[Records from a data source]
*** Block opens ***

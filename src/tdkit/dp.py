r"""Exact dynamic programming on a :class:`~tdkit.envs.finite.FiniteMDP`.

Every function goes through one operation of the model,
:meth:`FiniteMDP.expected_next` (:math:`\sum_{s'} P(s' \mid s, a) v(s')`),
via :func:`action_values`; so the Bellman mathematics is written once and the
dense and sparse forms give the same answers.

Conventions: terminal states are absorbing with value 0; ``policy`` is either
an ``(S,)`` array of action indices or an ``(S, A)`` array of action
probabilities; all norms are sup norms.

References
----------
Bellman, R. (1957). Dynamic Programming. Princeton University Press.
Howard, R. A. (1960). Dynamic Programming and Markov Processes. MIT Press.
Puterman, M. L. (1994). Markov Decision Processes: Discrete Stochastic Dynamic
Programming. Wiley. Theorem 6.3.1 (value iteration stopping rule), Section 6.4
(policy iteration).
Williams, R. J. & Baird, L. C. (1993). Tight performance bounds on greedy
policies based on imperfect value functions. Northeastern University,
Technical Report NU-CCS-93-14.
Sutton, R. S. & Barto, A. G. (2018). Reinforcement Learning: An Introduction,
2nd ed., MIT Press. Chapter 4.
"""

from __future__ import annotations

import math
import numbers
import warnings
from collections.abc import Callable
from dataclasses import dataclass
from typing import Any, NamedTuple

import numpy as np

from ._errors import InvalidParameterError
from ._validation import require_in_range, require_positive_int
from .envs.finite import FiniteMDP

__all__ = [
    "GreedyPolicy",
    "Solution",
    "action_values",
    "bellman_expectation_operator",
    "bellman_optimality_operator",
    "bellman_residual",
    "evaluate_policy",
    "greedy_policy",
    "policy_iteration",
    "value_iteration",
]

_STALL_SWEEPS = 50
"""Sweeps without a new minimum change after which value iteration blames rounding."""

_DIRECT_LIMIT = 3000
"""Largest number of non-terminal states solved by a dense linear solve."""


@dataclass(frozen=True)
class Solution:
    """Result of :func:`value_iteration` or :func:`policy_iteration`.

    Attributes
    ----------
    q : ndarray, shape (S, A)
        Action values, ``action_values(mdp, v)``.
    v : ndarray, shape (S,)
        State values.
    policy : ndarray of int, shape (S,)
        A greedy policy of ``q`` (lowest action index among ties; use
        :func:`greedy_policy` to see every tie).
    iterations : int
        Sweeps of value iteration, or improvement steps of policy iteration.
    residual : float
        Bellman optimality residual of ``v``: ``max |T v - v|``.
    """

    q: np.ndarray
    v: np.ndarray
    policy: np.ndarray
    iterations: int
    residual: float
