@case("outputs", "run with output.file a symlink to the experiment file is refused")
def _(t):
    t.write("s.ini", sweep_text(output="alias.ini"))
    os.symlink("s.ini", t.path("alias.ini"))
    t.snapshot("s.ini")
    r = t.allocsim("run", "s.ini", "--restart", "--quiet")
    t.expect(r, 2, says=["alias.ini"])
    t.unchanged("s.ini")


@case("outputs", "simulate --out the --config file is refused")
def _(t):
    t.write("c.ini", "[dynamics]\nrounds = 30\nburn_in = 5\nwindow = 5\n")
    t.snapshot("c.ini")
    r = t.allocsim("simulate", "--config", "c.ini", "--out", "c.ini", "--quiet")
    t.expect(r, 2, says=["c.ini"])
    t.unchanged("c.ini")


@case("outputs", "simulate --out its gains file is refused")
def _(t):
    t.write("g.csv", "1,2,3\n4,5,6\n")
    t.snapshot("g.csv")
    r = t.allocsim("simulate", "--scenario.gains", "file", "--scenario.gains_file", "g.csv",
                   "--dynamics.rounds", "30", "--dynamics.burn_in", "5", "--dynamics.window", "5",
                   "--out", "g.csv", "--quiet")
    t.expect(r, 2, says=["g.csv"])
    t.unchanged("g.csv")


@case("outputs", "solve --out its gains file is refused, the gains unchanged")
def _(t):
    write_problem(t)
    t.snapshot("gains.csv")
    r = t.allocsim("solve", "--gains", "gains.csv", "--budgets", "budgets.csv", "--capacities",
                   "capacities.csv", "--out", "gains.csv")
    t.expect(r, 2, says=["gains.csv"])
    t.unchanged("gains.csv")


@case("outputs", "solve --out its budgets file is refused")
def _(t):
    write_problem(t)
    t.snapshot("budgets.csv")
    r = t.allocsim("solve", "--gains", "gains.csv", "--budgets", "budgets.csv", "--capacities",
                   "capacities.csv", "--out", "budgets.csv")
    t.expect(r, 2, says=["budgets.csv"])
    t.unchanged("budgets.csv")


@case("outputs", "solve --out its access file through a symlink is refused")
def _(t):
    write_problem(t)
    t.write("access.csv", "1,1,1\n1,1,1\n")
    os.symlink("access.csv", t.path("alias.csv"))
    t.snapshot("access.csv")
    r = t.allocsim("solve", "--gains", "gains.csv", "--budgets", "budgets.csv", "--capacities",
                   "capacities.csv", "--access", "access.csv", "--out", "alias.csv")
    t.expect(r, 2, says=["alias.csv"])
    t.unchanged("access.csv")


@case("outputs", "score --out the answers file is refused")
def _(t):
    benchmark_set(t)
    t.snapshot("answers.csv")
    r = t.allocsim("score", "--truth", "set/truth.csv", "--answers", "answers.csv", "--out", "answers.csv")
    t.expect(r, 2, says=["answers.csv"])
    t.unchanged("answers.csv")


@case("outputs", "score --out the truth file is refused")
def _(t):
    benchmark_set(t)
    t.snapshot("set")
    r = t.allocsim("score", "--truth", "set/truth.csv", "--answers", "answers.csv", "--out", "set/truth.csv")
    t.expect(r, 2, says=["truth.csv"])
    t.unchanged("set")


# --- 3. outputs that exist: directories, files the tool did not write -------

@case("outputs", "simulate --out a directory is refused, the directory unchanged")
def _(t):
    t.write("d/keep.txt", "keep")
    t.snapshot("d")
    r = simulate(t, "d")
    t.expect(r, 2, says=["d", "directory"])
    t.unchanged("d")


@case("outputs", "solve --out a directory is refused")
def _(t):
    t.write("d/keep.txt", "keep")
    t.snapshot("d")
    r = solve(t, "d")
    t.expect(r, 2, says=["directory"])
    t.unchanged("d")


@case("outputs", "run with output.file a directory is refused")
def _(t):
    t.write("d/keep.txt", "keep")
    t.snapshot("d")
    t.write("s.ini", sweep_text(output="d"))
    r = t.allocsim("run", "s.ini", "--quiet")
    t.expect(r, 2, says=["directory"])
    t.unchanged("d")
    t.absent("d.parts")


@case("outputs", "simulate --out a file allocsim did not write is refused")
def _(t):
    t.write("notes.h5", "my notes, not HDF5")
    t.snapshot("notes.h5")
    r = simulate(t, "notes.h5")
    t.expect(r, 2, says=["notes.h5", "not written by allocsim"])
    t.unchanged("notes.h5")


@case("outputs", "simulate --out an HDF5 file of another program is refused")
def _(t):
    with h5py.File(t.path("other.h5"), "w") as f:
        f["x"] = [1, 2, 3]
    t.snapshot("other.h5")
    r = simulate(t, "other.h5")
    t.expect(r, 2, says=["other.h5", "not written by allocsim"])
    t.unchanged("other.h5")


@case("outputs", "simulate --out an earlier results file replaces it")
def _(t):
    results_file(t, "one.h5")
    r = t.allocsim("simulate", *[a if a != "30" else "40" for a in SIM], "--out", "one.h5")
    t.expect(r, 0)
    t.results("one.h5", runs=1, check=lambda f: t.check(
        f["runs/run-000000"].attrs["dynamics.rounds"] == 40, "not replaced"))


@case("outputs", "run --restart over a file allocsim did not write is refused")
def _(t):
    t.write("out.h5", "precious")
    t.snapshot("out.h5")
    t.write("s.ini", sweep_text())
    r = t.allocsim("run", "s.ini", "--restart", "--quiet")
    t.expect(r, 2, says=["out.h5", "--restart"])
    t.unchanged("out.h5")


@case("outputs", "run --restart over an HDF5 file of another program is refused")
def _(t):
    with h5py.File(t.path("out.h5"), "w") as f:
        f["x"] = [1, 2, 3]
    t.snapshot("out.h5")
    t.write("s.ini", sweep_text())
    r = t.allocsim("run", "s.ini", "--restart", "--quiet")
    t.expect(r, 2, says=["out.h5"])
    t.unchanged("out.h5")


@case("outputs", "run without --restart over a file allocsim did not write is refused")
def _(t):
    t.write("out.h5", "precious")
    t.snapshot("out.h5")
    t.write("s.ini", sweep_text())
    r = t.allocsim("run", "s.ini", "--quiet")
    t.expect(r, 2, says=["out.h5"])
    t.unchanged("out.h5")


@case("outputs", "run --restart keeps files of others in the parts folder")
def _(t):
    t.write("s.ini", sweep_text())
    t.write("out.h5.parts/my-notes.txt", "mine")
    t.snapshot("out.h5.parts/my-notes.txt")
    r = t.allocsim("run", "s.ini", "--restart", "--quiet")
    t.check(r.code in (0, 2), f"exit {r.code}")
    t.unchanged("out.h5.parts/my-notes.txt")


@case("outputs", "run --restart replaces a results file of another experiment")
def _(t):
    t.write("s.ini", sweep_text())
    r = t.allocsim("run", "s.ini", "--quiet")
    t.expect(r, 0)
    r = t.allocsim("run", "s.ini", "--dynamics.units", "500", "--restart", "--quiet")
    t.expect(r, 0)
    t.results("out.h5", runs=6, check=lambda f: t.check(
        all(f["runs"][x].attrs["dynamics.units"] == 500 for x in f["runs"]), "not replaced"))


@case("outputs", "demo --out-dir a file is refused, the file unchanged")
def _(t):
    t.write("folder", "a file")
    t.snapshot("folder")
    r = t.allocsim("demo", "--out-dir", "folder")
    t.check(r.code == 2, f"exit {r.code}: {r.err[-200:]}")
    t.unchanged("folder")


@case("outputs", "synth --out-dir a file is refused, the file unchanged")
def _(t):
    t.write("folder", "a file")
    t.snapshot("folder")
    r = t.allocsim("synth", "--out-dir", "folder", "--replicates", "1")
    t.expect(r, 2, says=["folder"])
    t.unchanged("folder")


@case("outputs", "an output keeps the permissions of the file it replaces")
def _(t):
    write_problem(t)
    t.write("out.csv", "old\n")
    os.chmod(t.path("out.csv"), 0o600)
    r = solve(t, "out.csv")
    t.expect(r, 0)
    mode = os.stat(t.path("out.csv")).st_mode & 0o777
    t.check(mode == 0o600, f"mode is {oct(mode)}")


# --- 4. a full disk ------------------------------------------------------------

def full_disk(t, leave_kib, size_kib=4096):
    disk = t.tmpfs("disk", size_kib)
    t.fill(disk, leave_kib)
    return disk


def only(t, folder, names):
    present = sorted(n for n in os.listdir(t.path(folder)) if n != "filler")
    t.check(present == sorted(names), f"{folder} holds {present}, expected {sorted(names)}")


BIG = ["--scenario.agents", "80", "--scenario.partners", "70", "--dynamics.rounds", "400",
       "--dynamics.units", "20000", "--dynamics.burn_in", "10", "--dynamics.window", "5", "--quiet"]


@case("disk-full", "simulate on a full disk: one line naming file and cause, exit 1, nothing left")
def _(t):
    full_disk(t, 64)
    r = t.allocsim("simulate", *BIG, "--out", "disk/one.h5")
    t.expect(r, 1, says=["disk/one.h5", "no space left on device"])
    only(t, "disk", [])


@case("disk-full", "simulate on a full disk leaves an earlier file unchanged")
def _(t):
    disk = t.tmpfs("disk", 4096)
    r = t.allocsim("simulate", *SIM, "--out", "disk/one.h5")
    t.expect(r, 0)
    t.snapshot("disk/one.h5")
    t.fill(disk, 64)
    r = t.allocsim("simulate", *BIG, "--out", "disk/one.h5")
    t.expect(r, 1, says=["no space left on device"])
    t.unchanged("disk/one.h5")
    only(t, "disk", ["one.h5"])


@case("disk-full", "run whose parts do not fit: exit 1, the finished parts kept and readable")
def _(t):
    full_disk(t, 300)
    t.write("s.ini", sweep_text(output="disk/out.h5", rounds=400).replace("agents = 6\npartners = 5",
                                                                            "agents = 60\npartners = 50"))
    r = t.allocsim("run", "s.ini", "--threads", "1", "--quiet")
    t.expect(r, 1, says=["no space left on device"])
    t.absent("disk/out.h5")
    parts = t.path("disk/out.h5.parts")
    if os.path.isdir(parts):
        for name in os.listdir(parts):
            t.check(".tmp-" not in name, f"temporary part left: {name}")
            if name.endswith(".h5"):
                t.results(os.path.join("disk/out.h5.parts", name), runs=1)
    t.no_leftovers("disk") if not os.path.isdir(parts) else None
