@case("lock", "a finished run leaves no lock file behind")
def _(t):
    t.write("s.ini", sweep_text())
    r = t.allocsim("run", "s.ini", "--quiet")
    t.expect(r, 0)
    t.check(sorted(os.listdir(t.dir)) == ["out.h5", "s.ini"], f"folder holds {sorted(os.listdir(t.dir))}")


# --- 9. signals and the progress bar ---------------------------------------

def interrupt_with(t, sig):
    t.write("s.ini", slow_text(rounds=1500))
    p = t.start("run", "s.ini", "--threads", "1")
    parts = t.path("out.h5.parts")
    t.wait_for(lambda: os.path.isdir(parts) and any(n.endswith(".h5") and n.startswith("run-")
                                                    for n in os.listdir(parts)), timeout=60, process=p)
    p.send_signal(sig)
    try:
        out, err = p.communicate(timeout=60)
    except subprocess.TimeoutExpired:
        p.kill()
        out, err = p.communicate()
        return "timeout", err
    return p.returncode, err


@case("signals", "Ctrl-C (SIGINT) stops a sweep with exit 130 and keeps its runs")
def _(t):
    code, err = interrupt_with(t, signal.SIGINT)
    t.check(code == 130, f"exit {code}: {err[-300:]}")
    t.absent("out.h5")
    t.check(len(os.listdir(t.path("out.h5.parts"))) >= 2, "no runs kept")
    r = t.allocsim("run", "s.ini", "--quiet")
    t.expect(r, 0)
    t.results("out.h5", runs=8)


@case("signals", "SIGTERM stops a sweep with exit 143 and keeps its runs")
def _(t):
    code, err = interrupt_with(t, signal.SIGTERM)
    t.check(code == 143, f"exit {code}: {err[-300:]}")
    t.absent("out.h5")
    r = t.allocsim("run", "s.ini", "--quiet")
    t.expect(r, 0)
    t.results("out.h5", runs=8)


def interrupt_simulate(t, sig):
    p = t.start("simulate", "--scenario.agents", "60", "--scenario.partners", "50",
                "--dynamics.rounds", "200000", "--dynamics.units", "20000", "--out", "one.h5", "--quiet")
    t.wait_for(lambda: any(".tmp-" in n for n in os.listdir(t.dir)), timeout=60, process=p)
    time.sleep(0.2)
    p.send_signal(sig)
    try:
        out, err = p.communicate(timeout=30)
    except subprocess.TimeoutExpired:
        p.kill()
        out, err = p.communicate()
        return "timeout", err
    return p.returncode, err


@case("signals", "Ctrl-C stops simulate with exit 130 and leaves no file")
def _(t):
    code, err = interrupt_simulate(t, signal.SIGINT)
    t.check(code == 130, f"exit {code}: {err[-300:]}")
    t.check(os.listdir(t.dir) == [], f"left behind: {os.listdir(t.dir)}")


@case("signals", "SIGTERM stops simulate with exit 143 and leaves no file")
def _(t):
    code, err = interrupt_simulate(t, signal.SIGTERM)
    t.check(code == 143, f"exit {code}: {err[-300:]}")
    t.check(os.listdir(t.dir) == [], f"left behind: {os.listdir(t.dir)}")


def run_on_terminal(t, args, interrupt_after_parts=None, timeout=120):
    """Runs allocsim with stderr on a pseudo-terminal; returns (exit code, what the terminal got)."""
    master, slave = pty.openpty()
    p = subprocess.Popen([t.binary, *args], cwd=t.dir, stdout=subprocess.DEVNULL, stderr=slave,
                         stdin=subprocess.DEVNULL, preexec_fn=default_signals)
    t.processes.append(p)
    os.close(slave)
    screen = bytearray()
    interrupted = False
    end = time.time() + timeout
    while time.time() < end:
        try:
            chunk = os.read(master, 4096)
        except OSError:
            chunk = b""
        if not chunk:
            if p.poll() is not None:
                break
            continue
        screen += chunk
        if interrupt_after_parts and not interrupted:
            parts = t.path("out.h5.parts")
            if os.path.isdir(parts) and len([n for n in os.listdir(parts) if n.endswith(".h5")]) >= interrupt_after_parts:
                p.send_signal(signal.SIGINT)
                interrupted = True
    p.wait(timeout=60)
    os.close(master)
    return p.returncode, screen.decode(errors="replace")


@case("signals", "after a resume the bar counts every run of the sweep and ends at N/N")
def _(t):
    if not partial(t):
        return
    code, screen = run_on_terminal(t, ["run", "s.ini", "--threads", "1"])
    t.check(code == 0, f"exit {code}")
    counts = re.findall(r"(\d+)/(\d+) runs", screen)
    t.check(counts and counts[-1] == ("8", "8"), f"last count {counts[-1:] if counts else None}")
    t.check(all(int(a) >= 2 for a, _ in counts), f"counts restart below the kept runs: {counts[:3]}")


@case("signals", "the bar clears the rest of its line when it is redrawn")
def _(t):
    t.write("s.ini", slow_text(rounds=300))
    code, screen = run_on_terminal(t, ["run", "s.ini", "--threads", "1"])
    t.check(code == 0, f"exit {code}")
    redraws = screen.split("\r")[1:]
    t.check(len(redraws) >= 2, f"{len(redraws)} redraws")
    t.check(all(r.startswith("\x1b[K") or r.startswith("\x1b[2K") or r.startswith("[") and "\x1b[K" in r
                or r.strip() == "" for r in redraws),
            f"a redraw does not clear its line: {redraws[:2]!r}")


@case("signals", "'stopped' is printed on a line of its own after Ctrl-C")
def _(t):
    t.write("s.ini", slow_text(rounds=1500))
    code, screen = run_on_terminal(t, ["run", "s.ini", "--threads", "1"], interrupt_after_parts=1)
    t.check(code == 130, f"exit {code}")
    lines = screen.replace("\r\n", "\n").split("\n")
    stopped = [line for line in lines if "stopped" in line]
    t.check(stopped and all(line.split("\r")[-1].lstrip("\x1b[K").startswith("allocsim run")
                            for line in stopped), f"'stopped' shares a line: {stopped!r}")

*** Block closes ***

**Your instructions**
List each line of the entries that holds the string "master".

**Task result**
    master, slave = pty.openpty()
            chunk = os.read(master, 4096)
    os.close(master)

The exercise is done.